◆ RECORDED INFORMATION ◆
/**
 * A task module that kills the worker thread running it, loaded into the real render pool
 * by the fault tests in place of one resample task. `exit` ends the thread the way a fatal
 * error would; `throw-later` raises an exception nothing catches, outside the task's promise.
 */
export default function crash(task: { mode?: string }): Promise<number> {
  if (task.mode === 'throw-later') {
    setImmediate(() => {
      throw new Error('injected uncaught exception in a render worker');
    });
    return new Promise(() => undefined);
  }
  process.exit(70);
}
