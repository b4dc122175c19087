import type { FastifyInstance } from 'fastify';
import { z } from 'zod';
import { FoldwiseError } from '../errors.js';
import { jsonBody, problemResponses } from '../schemas/openapi.js';
import { renditionsPrefix } from './renditions.js';
import { signUrl } from '../security/signing.js';

const listingSchema = z.object({
  sources: z.array(
    z.object({
      path: z.string(),
      bytes: z.number().int(),
      modified: z.string().meta({ description: 'ISO 8601' }),
      rendition: z
        .string()
        .meta({ description: 'An example rendition URL (480 CSS px wide), signed when signing keys are set.' }),
    }),
  ),
});

/** Each path segment percent-encoded, the slashes kept. */
const encodePath = (p: string) => p.split('/').map(encodeURIComponent).join('/');

/** GET /v1/sources: the folder origin's images; switched off by config (origin.listing). */
export default async function sourcesRoutes(app: FastifyInstance): Promise<void> {
  const enabled = app.config.origin.listing;
  // With keys set, the examples are signed with the first (signing) key, so they work as given.
  const signingKey = app.config.signing.keys[0];
  const example = (path: string) => {
    const url = `${renditionsPrefix}${encodePath(path)}`;
    return signingKey ? signUrl(url, { width: '480' }, signingKey) : `${url}?width=480`;
  };
  app.get(
    '/v1/sources',
    {
      config: {
        openapi: {
          summary: 'List the sources of the folder origin',
          tags: ['sources'],
          responses: { '200': jsonBody('Sources', listingSchema), ...problemResponses(404) },
        },
      },
    },
    async (_req, reply) => {
      const list = app.origin.list?.bind(app.origin);
      if (!enabled || !list) throw new FoldwiseError('ERR_ORIGIN_DISABLED', 'listing sources is switched off');
      const entries = await list();
      return reply.header('cache-control', 'no-cache').send({
        sources: entries.map((e) => ({ ...e, rendition: example(e.path) })),
      });
    },
  );
}
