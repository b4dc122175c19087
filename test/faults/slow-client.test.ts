/**
 * Clients that hold connections open on purpose, over real sockets on 127.0.0.1: one that
 * connects and sends nothing, one that sends half an upload and stalls. The server closes
 * both once server.idleTimeoutMs passes without a byte, stores nothing, and keeps serving.
 * Synchronised on the sockets' close events, never on sleeps or elapsed time.
 */
import { readdir } from 'node:fs/promises';
import type { AddressInfo } from 'node:net';
import net from 'node:net';
import { join } from 'node:path';
import { afterAll, beforeAll, describe, expect, it } from 'vitest';
import { build, type TestApp } from '../helpers/build.js';
import { writePng } from '../helpers/images.js';

let t: TestApp;
let port = 0;

/** Opens a raw connection, writes `text`, and resolves with what came back once the server closes it. */
function holdOpen(text: string): Promise<string> {
  return new Promise((resolve, reject) => {
    const socket = net.connect(port, '127.0.0.1', () => socket.write(text));
    let received = '';
    socket.on('data', (d) => (received += d.toString('latin1')));
    socket.on('close', () => resolve(received));
    socket.on('error', (e: NodeJS.ErrnoException) => (e.code === 'ECONNRESET' ? undefined : reject(e)));
  });
}

beforeAll(async () => {
  t = await build({ config: { server: { idleTimeoutMs: 200 } } });
  await writePng(t.sourceDir, 'control.png', 16, 16, 3, () => [1, 2, 3]);
  await t.app.listen({ port: 0, host: '127.0.0.1' });
  port = (t.app.server.address() as AddressInfo).port;
});
afterAll(() => t.close());

describe('slow and stalled clients', () => {
  it('a connection that never sends a request is closed', async () => {
    expect(await holdOpen('')).toBe('');
  });

  it('an upload that stalls half-way is closed and nothing is stored', async () => {
    const head = 'POST /v1/ingest HTTP/1.1\r\nHost: 127.0.0.1\r\nContent-Type: image/png\r\nContent-Length: 100000\r\n\r\n';
    const answer = await holdOpen(head + 'x'.repeat(5000));
    expect(answer).not.toMatch(/^HTTP\/1\.1 2/);
    const stored = await readdir(join(t.sourceDir, 'uploads')).catch(() => []);
    expect(stored).toEqual([]);
  });

  it('headers that stop mid-line are closed too', async () => {
    expect(await holdOpen('GET /v1/renditions/control.png?width=8 HTTP/1.1\r\nHost: 127.')).not.toMatch(/^HTTP\/1\.1 2/);
  });

  it('the service still answers', async () => {
    const res = await t.app.inject({ url: '/v1/renditions/control.png?width=8&format=png' });
    expect(res.statusCode).toBe(200);
  });
});
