/**
 * A task module that never finishes, loaded into the real render pool by the fault tests in
 * place of one resample task: only piscina's abort (which ends the thread) stops it.
 */
export default function hang(): Promise<number> {
  return new Promise<number>(() => undefined);
}

/** The pool's named tasks (the analysis of prefilter=auto, its decision) hang the same way. */
export const analyse = hang;
export const adapt = hang;
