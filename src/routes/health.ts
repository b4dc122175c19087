import { access } from 'node:fs/promises';
import type { FastifyInstance } from 'fastify';
import { z } from 'zod';
import { FoldwiseError } from '../errors.js';
import { jsonBody, problemResponses } from '../schemas/openapi.js';

const healthSchema = z.object({ status: z.literal('ok') });
const readySchema = z.object({
  /** degraded: ready, but the shared Redis tier is unreachable (serving from memory and rendering). */
  status: z.enum(['ready', 'degraded', 'not-ready']),
  checks: z.record(z.string(), z.object({ ok: z.boolean(), detail: z.string() })),
});

/**
 * /healthz: the process is alive and serving (for restarts). /readyz: it can take rendition
 * traffic now (for load balancers): the source folder is reachable and the render pool has a
 * free slot. Not ready is a 503 problem, so balancers and people read the same answer.
 */
export default async function healthRoutes(app: FastifyInstance): Promise<void> {
  app.get(
    '/healthz',
    { config: { openapi: { summary: 'Liveness', tags: ['operations'], responses: { '200': jsonBody('Alive', healthSchema), ...problemResponses(503) } } } },
    async (_req, reply) => {
      // Memory that cannot come back down is the one failure a restart cures.
      const stuck = app.memoryStuck();
      if (stuck) throw new FoldwiseError('ERR_MEMORY_STUCK', stuck);
      return reply.header('cache-control', 'no-store').send({ status: 'ok' });
    },
  );

  app.get(
    '/readyz',
    {
      config: {
        openapi: {
          summary: 'Readiness',
          tags: ['operations'],
          responses: { '200': jsonBody('Ready for traffic', readySchema), ...problemResponses(503) },
        },
      },
    },
    async (_req, reply) => {
      const pool = app.renderPool;
      const dir = app.config.origin.sourceDir;
      const originOk = await access(dir).then(() => true, () => false);
      const checks = {
        origin: { ok: originOk, detail: originOk ? 'source folder reachable' : 'source folder missing' },
        pool: {
          ok: pool.inFlight < pool.bound,
          detail: `${pool.inFlight} of ${pool.bound} render slots in use`,
        },
      };
      const failed = Object.entries(checks).filter(([, c]) => !c.ok);
      if (failed.length > 0) {
        throw new FoldwiseError('ERR_NOT_READY', failed.map(([name, c]) => `${name}: ${c.detail}`).join('; '));
      }
      // A Redis outage degrades (no shared cache, no cross-replica single-flight) but never
      // makes a replica unready: taking every replica out together would turn it into an outage.
      const shared = app.sharedRedis?.health();
      const degraded = shared !== undefined && (shared.status !== 'up' || shared.breaker !== 'closed');
      const all = shared
        ? { ...checks, redis: { ok: !degraded, detail: `connection ${shared.status}, circuit ${shared.breaker}` } }
        : checks;
      return reply.header('cache-control', 'no-store').send({ status: degraded ? 'degraded' : 'ready', checks: all });
    },
  );
}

◆ REQUIRED WORK ◆
Taking every line of the records above into account, tally those that contain "idleTimeoutMs" and give only the total.

◆ YOUR SOLUTION ◆
2